(Data to use)

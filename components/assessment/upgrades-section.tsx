"use client";

import { memo, useMemo } from "react";
import { MEASURE_LIFE_YEARS } from "@/calc";
import type { AssessmentDoc, AssessmentUpgrade } from "@/lib/assessment/doc";
import { setAt, useAssessmentCtx } from "./context";
import { NumField, TextField } from "./fields";
import { PricingSummary, UpgradePricingPanel } from "./upgrade-pricing";

const labels: Record<AssessmentUpgrade["type"], string> = { "dense-pack-walls": "Dense-pack walls", "attic-insulation": "Attic insulation", "air-sealing": "Air sealing", windows: "Windows" };

function fresh(type: AssessmentUpgrade["type"], targetCfm50?: number | null): AssessmentUpgrade {
  const base = { id: crypto.randomUUID(), name: labels[type], costUSD: 0, lifeYears: MEASURE_LIFE_YEARS[type] };
  switch (type) {
    case "dense-pack-walls": return { ...base, type, surfaceIds: "all-walls" };
    case "attic-insulation": return { ...base, type, surfaceIds: "all-ceilings", targetRIP: 49 };
    case "air-sealing": return { ...base, type, targetCfm50: targetCfm50 ?? 2000 };
    case "windows": return { ...base, type, surfaceIds: "all", uFactorIP: 0.3 };
  }
}

export function UpgradesSection() {
  // Priced by the workspace, in the same pass as the results (lib/assessment/pricing.ts).
  const { doc, update, readOnly, pricesVisible, pricing = null } = useAssessmentCtx();
  const move = (i: number, by: -1 | 1) => update((d) => {
    const list = [...d.upgrades];
    const [u] = list.splice(i, 1);
    list.splice(i + by, 0, u!);
    return { ...d, upgrades: list };
  });
  // The walls' ids and names as one string, so the list (and its checkboxes) stays the same
  // object while a keystroke changes a wall's area.
  const wallsKey = doc.surfaces.filter((s) => s.kind === "wall").map((s) => `${s.id}\u0000${s.name}`).join("\u0001");
  const walls = useMemo(() => (wallsKey ? wallsKey.split("\u0001").map((w) => { const [id, name] = w.split("\u0000"); return { id: id!, name: name! }; }) : []), [wallsKey]);
  return (
    <section aria-labelledby="upg-h" className="card isolate space-y-4">
      <h2 id="upg-h" className="text-xl font-semibold text-spruce-800">Upgrades, in the order they are applied</h2>
      <p className="text-sm text-ink-muted">Each saving is worked out on the house with the upgrades above it already done, so the package is not counted twice.{pricesVisible ? " Each cost is priced from your price book; change a line for this job where the house needs it." : ""}</p>
      <ol className="space-y-3">
        {doc.upgrades.map((u, i) => (
          <li key={u.id} className="rounded-lg border border-line p-3" data-testid={`upgrade-${i}`}>
            <p className="mb-2 font-semibold">{i + 1}. {labels[u.type]}</p>
            <div className="grid gap-3 sm:grid-cols-2 lg:grid-cols-4">
              <TextField path={`upgrades.${i}.name`} label="Name on the proposal" value={u.name ?? ""} onValue={(v) => update((d) => setAt(d, ["upgrades", i, "name"], v))} />
              {u.type === "attic-insulation" ? <NumField path={`upgrades.${i}.targetRIP`} label="Target R (IP)" value={u.targetRIP} onValue={(n) => update((d) => setAt(d, ["upgrades", i, "targetRIP"], n ?? Number.NaN))} /> : null}
              {u.type === "air-sealing" ? <NumField path={`upgrades.${i}.targetCfm50`} label="Target CFM50" value={u.targetCfm50} onValue={(n) => update((d) => setAt(d, ["upgrades", i, "targetCfm50"], n ?? Number.NaN))} /> : null}
              {u.type === "windows" ? <NumField path={`upgrades.${i}.uFactorIP`} label="New window U-factor" value={u.uFactorIP} onValue={(n) => update((d) => setAt(d, ["upgrades", i, "uFactorIP"], n ?? Number.NaN))} /> : null}
              <NumField path={`upgrades.${i}.lifeYears`} label="Measure life (years)" value={u.lifeYears ?? null} onValue={(n) => update((d) => setAt(d, ["upgrades", i, "lifeYears"], n ?? undefined))} />
            </div>
            {u.type === "dense-pack-walls" ? <DensePackWalls i={i} surfaceIds={u.surfaceIds} walls={walls} readOnly={readOnly} update={update} /> : null}
            {pricesVisible ? <UpgradePricingPanel i={i} price={pricing?.upgrades[i] ?? null} /> : null}
            {!readOnly ? (
              <div className="mt-2 flex flex-wrap gap-2">
                <button type="button" className="btn-ghost" disabled={i === 0} onClick={() => move(i, -1)} aria-label={`Move ${u.name ?? labels[u.type]} earlier`}>Earlier</button>
                <button type="button" className="btn-ghost" disabled={i === doc.upgrades.length - 1} onClick={() => move(i, 1)} aria-label={`Move ${u.name ?? labels[u.type]} later`}>Later</button>
                <button type="button" className="btn-ghost text-danger" onClick={() => update((d) => ({ ...d, upgrades: d.upgrades.filter((_, j) => j !== i) }))}>Remove</button>
              </div>
            ) : null}
          </li>
        ))}
      </ol>
      {pricesVisible ? <PricingSummary pricing={pricing} /> : null}
      {!readOnly ? (
        <div className="flex flex-wrap gap-2">
          {(Object.keys(labels) as AssessmentUpgrade["type"][]).map((t) => (
            <button key={t} type="button" className="btn-ghost" onClick={() => update((d) => ({ ...d, upgrades: [...d.upgrades, fresh(t, d.leakage.targetCfm50)] }))}>Add {labels[t].toLowerCase()}</button>
          ))}
        </div>
      ) : null}
    </section>
  );
}

type Wall = { id: string; name: string };
type DensePackWallsProps = {
  i: number;
  surfaceIds: Extract<AssessmentUpgrade, { type: "dense-pack-walls" }>["surfaceIds"];
  walls: Wall[];
  readOnly: boolean;
  update: (change: (d: AssessmentDoc) => AssessmentDoc) => void;
};

/** The walls a dense-pack upgrade covers: one checkbox per wall, re-rendered only when the walls or the choice change. */
const DensePackWalls = memo(function DensePackWalls({ i, surfaceIds, walls, readOnly, update }: DensePackWallsProps) {
  return (
    <fieldset className="mt-3">
      <legend className="text-sm font-semibold">Walls to dense-pack</legend>
      <div className="mt-1 flex flex-wrap gap-x-5 gap-y-2">
        {walls.map((w) => {
          const on = surfaceIds === "all-walls" || (Array.isArray(surfaceIds) && surfaceIds.includes(w.id));
          return (
            <label key={w.id} className="flex min-h-11 items-center gap-2">
              <input type="checkbox" className="h-5 w-5" checked={on} disabled={readOnly} onChange={(e) => update((d) => {
                const current = surfaceIds === "all-walls" ? walls.map((x) => x.id) : [...(surfaceIds as string[])];
                const next = e.target.checked ? [...current, w.id] : current.filter((x) => x !== w.id);
                return setAt(d, ["upgrades", i, "surfaceIds"], next.length === walls.length ? "all-walls" : next);
              })} />
              {w.name}
            </label>
          );
        })}
      </div>
    </fieldset>
  );
});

(End Data to use)

What you need to do — All lines of the data above that include the word "flex" must be shown.

Response for this exercise —
              <div className="mt-2 flex flex-wrap gap-2">
        <div className="flex flex-wrap gap-2">
      <div className="mt-1 flex flex-wrap gap-x-5 gap-y-2">
            <label key={w.id} className="flex min-h-11 items-center gap-2">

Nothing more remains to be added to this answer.